▶ [Records supplied]:
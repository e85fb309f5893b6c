/**
 * The main diagnostics of a group's chosen model for the report: the hanging
 * rootogram and the randomized quantile residuals against fitted values,
 * computed and drawn by the same statistics and chart builders as the
 * screen, with a plain reading of each.
 */
import { residualsVsFittedChart } from '../charts/residual-charts';
import { rootogramChart } from '../charts/rootogram-chart';
import { countFrequencies } from '../diagnostics/count-frequencies';
import type { FitForDiagnostics } from '../diagnostics/fitted-distribution';
import { quantileResiduals, type QuantileResiduals } from '../diagnostics/quantile-residuals';
import { hangingRootogram, type HangingRootogram } from '../diagnostics/rootogram';
import type { Block } from './model';
import { formatNumber } from './number-format';

export interface GroupDiagnostics {
  /** The model's label, as in the comparison. */
  readonly label: string;
  readonly rootogram: HangingRootogram;
  readonly residuals: QuantileResiduals;
}

/** The report diagnostics of one fit (seeded, so a rerun draws the same residuals). */
export function groupDiagnostics(fit: FitForDiagnostics, label: string, seed = 1): GroupDiagnostics {
  const rootogram = hangingRootogram(countFrequencies([{ label, fit }]));
  return { label, rootogram, residuals: quantileResiduals(fit, { seed }) };
}

export const DIAGNOSTIC_CHART_SIZE = { width: 760, height: 440 } as const;

/** A residual chart draws at most this many points; beyond it an even subsample (every k-th record) keeps the SVG small. */
export const MAX_RESIDUAL_POINTS = 2000;

function thinned(res: QuantileResiduals): QuantileResiduals {
  const n = res.residual.length;
  if (n <= MAX_RESIDUAL_POINTS) return res;
  const step = Math.ceil(n / MAX_RESIDUAL_POINTS);
  const pick = <T extends Float64Array | Int32Array>(a: T): T => a.filter((_v, i) => i % step === 0) as T;
  return { ...res, rows: pick(res.rows), y: pick(res.y), fitted: pick(res.fitted), residual: pick(res.residual), lower: pick(res.lower), upper: pick(res.upper) };
}

/** Worst bins of the rootogram: where the hanging bar ends farthest from zero. */
function rootogramReading(r: HangingRootogram): string {
  const worst = [...r.bins].sort((a, b) => Math.abs(b.bottom) - Math.abs(a.bottom)).slice(0, 2);
  const words = worst.map((b) => `${b.label} (${b.bottom < 0 ? 'too few expected' : 'too many expected'}, bar ends at ${formatNumber(b.bottom, { kind: 'fixed', decimals: 2 })})`);
  return `Largest gaps between the bars and zero: count ${words.join(' and count ')}. Gaps within about 1 on this square-root scale are usual for chance.`;
}

function residualReading(res: QuantileResiduals): string {
  const n = res.residual.length;
  let outside = 0;
  for (const r of res.residual) if (Math.abs(r) > 2) outside++;
  const share = n ? outside / n : 0;
  const verdict = share > 0.08 ? 'more than the about 5% expected when the model fits: look at those records and at the model' : 'close to the about 5% expected when the model fits';
  return `${outside} of ${n} residuals (${formatNumber(share, { kind: 'percent', decimals: 1 })}) lie outside -2 to 2: ${verdict}. A curve or a funnel in the cloud means the mean or the variance is wrong for some fitted values.`;
}

export function diagnosticsBlocks(id: string, subject: string, d: GroupDiagnostics): Block[] {
  const shown = thinned(d.residuals);
  const sub = shown === d.residuals ? '' : ` (every ${Math.ceil(d.residuals.residual.length / MAX_RESIDUAL_POINTS)}th record drawn)`;
  return [
    {
      kind: 'chart',
      id: `${id}-rootogram`,
      option: rootogramChart(d.rootogram),
      alt: `Hanging rootogram of "${d.label}" for ${subject}: for each count per record, a bar of the square root of the records observed hangs from the square root of those expected, against a zero line.`,
      ...DIAGNOSTIC_CHART_SIZE,
    },
    { kind: 'paragraph', text: rootogramReading(d.rootogram), cites: ['rootogram'] },
    {
      kind: 'chart',
      id: `${id}-residuals`,
      option: residualsVsFittedChart(shown, d.label),
      alt: `Scatter of the randomized quantile residuals of "${d.label}" for ${subject} against the fitted counts${sub}, with dashed lines at -2, 0 and 2.`,
      ...DIAGNOSTIC_CHART_SIZE,
    },
    { kind: 'paragraph', text: `${residualReading(d.residuals)}${sub ? ` The chart shows every ${Math.ceil(d.residuals.residual.length / MAX_RESIDUAL_POINTS)}th record; the count above uses all.` : ''}`, cites: ['quantileResiduals'] },
  ];
}
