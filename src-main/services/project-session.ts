import { mkdir } from 'node:fs/promises';
import { dirname, join } from 'node:path';
import type { ProjectDocument } from '@shared/project/document';
import type { ImportedSource } from '@shared/project/imported-source';
import type { SheetGrid } from '@shared/project/sheet-grid';
import type { LoadedSource, OpenedProject, RecoveryOffer, WireDocument } from '@shared/host/contract';
import { PROGRAMME_NAME } from '@shared/demo/programme';
import { demoProjectWithImports } from '../demo/demo-project';
import { loadProject, saveProject } from '../project/project-store';
import { checkRecovery, createAutosaver, discardRecovery, type Autosaver } from '../project/autosave';
import { projectDisplayName, recoveryPathFor, untitledRecoveryPath, PROJECT_EXTENSION } from '../project/project-paths';
import { rebuildSource, type ImportedSourceData, type SourceMapping } from './record-import';
import { mappingsMember, storedMappings } from '../project/stored-mappings';

/**
 * The project as the main process holds it between calls: the cells and the
 * column mapping of every source imported or opened (the page only keeps the
 * sources' identities), so that saving writes a complete project file.
 */
export class ProjectSessionError extends Error {
  constructor(message: string) {
    super(message);
    this.name = 'ProjectSessionError';
  }
}

interface KeptSource {
  stored: ImportedSource;
  mapping: SourceMapping;
}

function toWire(doc: ProjectDocument): WireDocument {
  return { ...doc, sources: doc.sources.map(({ sheets: _s, ...ref }) => (void _s, ref)) };
}

export class ProjectSession {
  private readonly kept = new Map<string, KeptSource>();
  private readonly autosavers = new Map<string, Autosaver>();

  constructor(private readonly userDataDir: string, private readonly autosaveDelayMs = 3000) {}

  /** Remembers an import's cells and mapping; the page adds the source to its document. */
  keep(data: ImportedSourceData): void {
    this.kept.set(data.stored.id, { stored: data.stored, mapping: data.mapping });
  }

  private fullDocument(doc: WireDocument): ProjectDocument {
    const sources = doc.sources.map((ref) => {
      const k = this.kept.get(ref.id);
      if (!k) throw new ProjectSessionError(`The cells of "${ref.fileName}" are no longer held by Tallywise, so the project cannot be written completely. Import the workbook again, then save.`);
      return k.stored;
    });
    return { ...doc, sources, mapping: mappingsMember(doc.sources.map((ref) => this.kept.get(ref.id)!.mapping)) };
  }

  private opened(doc: ProjectDocument, path: string | null, migrationSteps: string[] = []): OpenedProject {
    const mappings = storedMappings(doc.mapping);
    const sources: LoadedSource[] = doc.sources.map((s) => {
      const mapping = mappings.get(s.id);
      const loaded = rebuildSource(s, mapping);
      this.kept.set(s.id, { stored: s, mapping: mapping! });
      return loaded;
    });
    return { document: toWire(doc), path, name: path ? projectDisplayName(path) : doc.programme.name, sources, migrationSteps };
  }

  /** The demo programme's workbooks imported afresh; with `recorded`, its recorded cleaning and chosen models too. */
  async newFromDemo(recorded = false): Promise<OpenedProject> {
    const { document, imports } = await demoProjectWithImports({ dir: join(this.userDataDir, 'demo-workbooks'), recorded });
    for (const data of imports) this.keep(data);
    return { document: toWire(document), path: null, name: PROGRAMME_NAME, sources: imports.map((i) => i.loaded), migrationSteps: [] };
  }

  /** The stored cells of a sheet of a source the session holds (the linked site list), or null. */
  sheetCells(sourceId: string, sheet: string): SheetGrid | null {
    return this.kept.get(sourceId)?.stored.sheets.find((g) => g.name === sheet) ?? null;
  }

  /** The sheets kept of a source the session holds, marked where the records come from; none for an unknown source. */
  sourceSheets(sourceId: string): { name: string; rows: number; columns: number; records: boolean }[] {
    const k = this.kept.get(sourceId);
    if (!k) return [];
    const recordSheets = k.mapping.recordSheets;
    return k.stored.sheets.map((g) => ({ name: g.name, rows: g.rows, columns: g.columns, records: recordSheets ? recordSheets.includes(g.name) : true }));
  }

  private untitledRecovery(): string {
    return untitledRecoveryPath(this.userDataDir);
  }

  /** Opens a project file, or (fromRecovery) the unsaved work kept beside it. */
  async open(path: string, fromRecovery = false): Promise<OpenedProject> {
    if (!fromRecovery) {
      const loaded = await loadProject(path);
      return this.opened(loaded.document, path, loaded.migrationSteps);
    }
    const untitled = path === this.untitledRecovery();
    const recovery = untitled || path.endsWith('.recovery') ? path : recoveryPathFor(path);
    const loaded = await loadProject(recovery);
    const projectPath = untitled ? null : recovery.slice(0, -'.recovery'.length);
    return this.opened(loaded.document, projectPath, loaded.migrationSteps);
  }

  async save(path: string, doc: WireDocument): Promise<{ path: string; name: string; savedAt: string }> {
    const target = /\.[A-Za-z0-9]+$/.test(path) ? path : `${path}${PROJECT_EXTENSION}`;
    const now = new Date().toISOString();
    await saveProject(target, this.fullDocument({ ...doc, modifiedAt: now }));
    for (const recovery of [recoveryPathFor(target), this.untitledRecovery()]) {
      this.autosavers.get(recovery)?.dispose();
      this.autosavers.delete(recovery);
      await discardRecovery(recovery);
    }
    return { path: target, name: projectDisplayName(target), savedAt: now };
  }

  private recoveryPath(path: string | null): string {
    return path ? recoveryPathFor(path) : this.untitledRecovery();
  }

  async autosave(path: string | null, doc: WireDocument): Promise<void> {
    const recoveryPath = this.recoveryPath(path);
    let saver = this.autosavers.get(recoveryPath);
    if (!saver) {
      await mkdir(dirname(recoveryPath), { recursive: true });
      saver = createAutosaver({ recoveryPath, delayMs: this.autosaveDelayMs * 3, quietMs: this.autosaveDelayMs });
      this.autosavers.set(recoveryPath, saver);
    }
    saver.changed(this.fullDocument(doc));
  }

  async checkRecovery(path: string | null): Promise<RecoveryOffer | null> {
    const recoveryPath = this.recoveryPath(path);
    // An untitled project has no file of its own: any recovery file is newer.
    const projectPath = path ?? join(dirname(recoveryPath), `no-such-project${PROJECT_EXTENSION}`);
    const offer = await checkRecovery(projectPath, recoveryPath);
    if (!offer) return null;
    const log = offer.document?.cleaning;
    return {
      recoveryPath,
      projectPath: path,
      savedAt: offer.savedAt.toISOString(),
      programme: offer.document?.programme.name ?? null,
      edits: log ? log.cursor : 0,
      problem: offer.problem,
    };
  }

  async discardRecovery(path: string | null): Promise<void> {
    const recoveryPath = this.recoveryPath(path);
    this.autosavers.get(recoveryPath)?.dispose();
    this.autosavers.delete(recoveryPath);
    await discardRecovery(recoveryPath);
  }

  /** Writes waiting autosaves now (before quitting). */
  async flush(): Promise<void> {
    await Promise.all([...this.autosavers.values()].map((s) => s.flush()));
  }
}
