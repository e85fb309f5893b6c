import type { JobProgress } from '@shared/host/contract';
import type { ReadPlace } from '../import/import-file';

/** One import progress event, before the job id is put on it. */
export type ImportProgress = Omit<JobProgress, 'jobId'>;

/** Where each stage starts, as a fraction of the whole import (reading the cells is most of it). */
const stageStart = { 'reading-file': 0, 'reading-sheet': 0.02, checking: 0.6, building: 0.8, done: 1 } as const;
/** The share of reading given to the sheets kept beside the records (a site list), when there are any. */
const keptShare = 0.1;

/**
 * Turns the reader's callbacks into ordered import progress events: the
 * records' sheets, then the kept sheets, counted as sheet n of m together.
 */
export function importReporter(onProgress: ((p: ImportProgress) => void) | undefined, keptSheets: number) {
  const send = onProgress ?? (() => {});
  const reading = stageStart.checking - stageStart['reading-sheet'];
  const recordsShare = keptSheets ? reading * (1 - keptShare) : reading;
  let recordSheets = 1;
  const sheet = (from: number, share: number, kept: boolean) => (f: number, _stage: string, at?: ReadPlace) => {
    if (!at) return;
    if (!kept) recordSheets = at.sheetCount;
    const sheetIndex = kept ? recordSheets + at.sheetIndex : at.sheetIndex;
    send({ stage: 'reading-sheet', fraction: from + share * f, sheet: at.sheet, sheetIndex, sheetCount: recordSheets + keptSheets, rowsRead: at.rows });
  };
  return {
    stage: (stage: ImportProgress['stage']) => send({ stage, fraction: stageStart[stage] }),
    records: sheet(stageStart['reading-sheet'], recordsShare, false),
    kept: sheet(stageStart['reading-sheet'] + recordsShare, reading - recordsShare, true),
  };
}
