import type { ColumnRoles } from '@shared/host/contract';
import { REMARKS_HEADER, VISIT_COLUMNS } from '@shared/demo/season-sheet';
import { ImportError } from '@shared/import/import-error';
import type { ImportedTable } from '@shared/import/imported-table';
import { guessTemplate } from '@shared/import/mapping-guess';
import { templateToRoles } from '@shared/import/roles-template';
import type { DateOrder } from '@shared/import/text-dates';

/**
 * Which column is site, date, effort, species ...: the roles the user chose,
 * else the built-in roles of the demo programme's tally sheets, else the
 * shared guess from the headers and cells (the one `tallywise check` makes).
 */
export interface RolePlan {
  roles: ColumnRoles;
  mappedBy: 'demo-template' | 'roles' | 'guessed';
  /** The template knows the sheets' date style. */
  dateOrder?: DateOrder;
}

/** The demo's Counts sheet: the fixed visit columns, then one column per species, then Remarks. */
export function demoTemplate(headers: readonly string[]): RolePlan | null {
  const fixed = VISIT_COLUMNS as readonly string[];
  if (!fixed.every((h, i) => headers[i] === h) || headers[headers.length - 1] !== REMARKS_HEADER) return null;
  const species = headers.slice(fixed.length, headers.length - 1);
  if (species.length === 0) return null;
  return {
    roles: { site: 'Pond', date: 'Date', visit: 'Visit', observer: 'Observer', effort: 'Minutes', effortUnit: 'minutes', speciesColumns: species, covariates: ['Water temp (°C)'] },
    mappedBy: 'demo-template',
    dateOrder: 'dmy',
  };
}

function listHeaders(headers: readonly string[]): string {
  return headers.map((h) => `"${h}"`).join(', ');
}

/** Roles from the shared guess; an ImportError ('bad-template') says what the headers did not tell. */
export function guessRoles(table: ImportedTable, file: string): RolePlan {
  const headers = table.columns.map((c) => c.name);
  const guess = templateToRoles(guessTemplate(table));
  if ('roles' in guess) return { roles: guess.roles, mappedBy: 'guessed' };
  if (guess.gap === 'no-site') {
    throw new ImportError('bad-template', `${file}: no column was recognised as the site (a header such as "Site" or "Pond"). The headers are: ${listHeaders(headers)}. Rename the site column's header to "Site", or choose the column roles by hand.`, { file });
  }
  throw new ImportError('bad-template', `${file}: no count columns were found (a "Species" and a "Count" column, or one column per species). Add them, or choose the column roles by hand.`, { file });
}

/** The roles to use: given ones first, then the demo template, then a guess. */
export function planRoles(table: ImportedTable, file: string, given?: ColumnRoles): RolePlan {
  const headers = table.columns.map((c) => c.name);
  if (given) {
    const missing = [given.site, given.date, given.season, given.visit, given.observer, given.effort, given.species, given.count, ...(given.speciesColumns ?? []), ...(given.covariates ?? [])]
      .filter((h): h is string => h !== undefined)
      .filter((h) => !headers.includes(h));
    if (missing.length) {
      throw new ImportError('bad-template', `${file}: the column roles name ${missing.map((m) => `"${m}"`).join(', ')}, which the sheet does not have. Its headers are: ${listHeaders(headers)}.`, { file });
    }
    if (!given.speciesColumns?.length && !(given.species && given.count)) {
      throw new ImportError('bad-template', `${file}: say which columns hold the counts: one column per species, or a species column and a count column.`, { file });
    }
    return { roles: given, mappedBy: 'roles' };
  }
  return demoTemplate(headers) ?? guessRoles(table, file);
}
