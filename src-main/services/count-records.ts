import { CellKind } from '@shared/import/cells';
import { serialToIso } from '@shared/import/excel-dates';
import { compileFieldCodes, type CountClassifier } from '@shared/import/field-codes';
import { findImportedColumn, type ImportedColumn, type ImportedTable } from '@shared/import/imported-table';
import type { CountRecord } from '@shared/import/records';
import { parseTextDate, type DateOrder } from '@shared/import/text-dates';
import { parseNumber } from '@shared/data/table';
import { recordId, type ColumnRoles } from '@shared/host/contract';

/**
 * Reshapes an imported table into one record per count (a wide sheet's row
 * of species columns becomes one record per species), reading count cells
 * with the field codes and dates in the given order. Each record keeps its
 * place in the file and a stable id: `<source>:<sheet>!<column><row>`.
 * Effort stays in the unit of its column (minutes on the demo sheets), as
 * the analyst reads it on the sheet; `effortUnit` names that unit.
 */
export interface IdentifiedRecord extends CountRecord {
  readonly id: string;
  /** Index of the table row the record came from (records of one visit share it). */
  readonly tableRow: number;
  /** How the date cell was stored: a real date, text, a number, or blank. */
  readonly dateKind: 'date' | 'text' | 'number' | 'blank';
  /** True when a count cell that reads as a number was stored as text. */
  readonly countAsText: boolean;
}

export interface ReshapeResult {
  records: IdentifiedRecord[];
  effortUnit?: string;
}

function column(table: ImportedTable, name: string | undefined): ImportedColumn | undefined {
  if (name === undefined) return undefined;
  const j = findImportedColumn(table, name);
  return j >= 0 ? table.columns[j] : undefined;
}

function letterOf(col: ImportedColumn | undefined, sheet: number): string | undefined {
  return col ? col.letters[sheet] || undefined : undefined;
}

function readDate(col: ImportedColumn | undefined, i: number, order: DateOrder, date1904: boolean): { iso: string | null; text: string; kind: IdentifiedRecord['dateKind'] } {
  if (!col) return { iso: null, text: '', kind: 'blank' };
  const text = col.texts[i] ?? '';
  const kind = col.kinds[i];
  if (kind === CellKind.date) return { iso: text.slice(0, 10), text, kind: 'date' };
  if (kind === CellKind.number) return { iso: serialToIso(col.numbers[i], date1904)?.slice(0, 10) ?? null, text, kind: 'number' };
  if (text.trim() === '') return { iso: null, text, kind: 'blank' };
  return { iso: parseTextDate(text, order), text, kind: 'text' };
}

/** Effort as written, in the column's own unit (the analysis table converts it to hours, km ...). */
function readEffort(col: ImportedColumn | undefined, i: number): { value: number | null; text: string } {
  if (!col) return { value: null, text: '' };
  const text = col.texts[i] ?? '';
  const raw = col.kinds[i] === CellKind.number ? col.numbers[i] : parseNumber(text);
  return { value: Number.isFinite(raw) ? raw : null, text };
}

export function reshapeRecords(table: ImportedTable, roles: ColumnRoles, sourceId: string, dateOrder: DateOrder = 'dmy', classify: CountClassifier = compileFieldCodes()): ReshapeResult {
  const site = column(table, roles.site)!;
  const date = column(table, roles.date);
  const season = column(table, roles.season);
  const visit = column(table, roles.visit);
  const observer = column(table, roles.observer);
  const effort = column(table, roles.effort);
  const speciesCol = column(table, roles.species);
  const countCols: { name: string | null; col: ImportedColumn }[] = roles.speciesColumns?.length
    ? roles.speciesColumns.map((name) => ({ name, col: column(table, name)! }))
    : [{ name: null, col: column(table, roles.count)! }];
  const date1904 = table.source.date1904 ?? false;
  const records: IdentifiedRecord[] = [];
  for (let i = 0; i < table.nrows; i++) {
    const s = table.sheetIndex[i];
    const sheet = table.sheets[s];
    const row = table.rowNumbers[i];
    const d = readDate(date, i, dateOrder, date1904);
    const e = readEffort(effort, i);
    const seasonText = season ? (season.texts[i] ?? '').trim() : d.iso ? d.iso.slice(0, 4) : '';
    const columns = {
      site: letterOf(site, s),
      date: letterOf(date, s),
      season: letterOf(season, s),
      visit: letterOf(visit, s),
      effort: letterOf(effort, s),
      observer: letterOf(observer, s),
      species: letterOf(speciesCol, s),
    };
    for (const { name, col } of countCols) {
      const letter = col.letters[s] ?? '';
      const text = col.texts[i] ?? '';
      const kind = col.kinds[i];
      const reading = classify(text, kind, col.numbers[i]);
      records.push({
        id: recordId(sourceId, sheet, letter, row),
        tableRow: i,
        sheet,
        row,
        column: letter,
        site: site.texts[i] ?? '',
        date: d.iso,
        dateText: d.text,
        dateKind: d.kind,
        season: seasonText,
        visit: visit ? (visit.texts[i] ?? '').trim() : '',
        species: name ?? (speciesCol?.texts[i] ?? ''),
        code: text,
        status: reading.status,
        count: Number.isNaN(reading.number) ? null : reading.number,
        rule: reading.rule,
        effort: e.value,
        effortText: e.text,
        area: null,
        observer: observer ? (observer.texts[i] ?? '').trim() : '',
        covariates: {},
        columns,
        formulaError: reading.rule === 'formula-error',
        countAsText: kind === CellKind.text && reading.status === 'counted' && (reading.rule === '' || reading.rule === 'number-as-text'),
      });
    }
  }
  return { records, effortUnit: roles.effort ? roles.effortUnit : undefined };
}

▶ [What you need to do]: Within the entries, find all lines that contain "counted" and copy each one.

▶ [Response]:
 * records' sheets, then the kept sheets, counted as sheet n of m together.
        countAsText: kind === CellKind.text && reading.status === 'counted' && (reading.rule === '' || reading.rule === 'number-as-text'),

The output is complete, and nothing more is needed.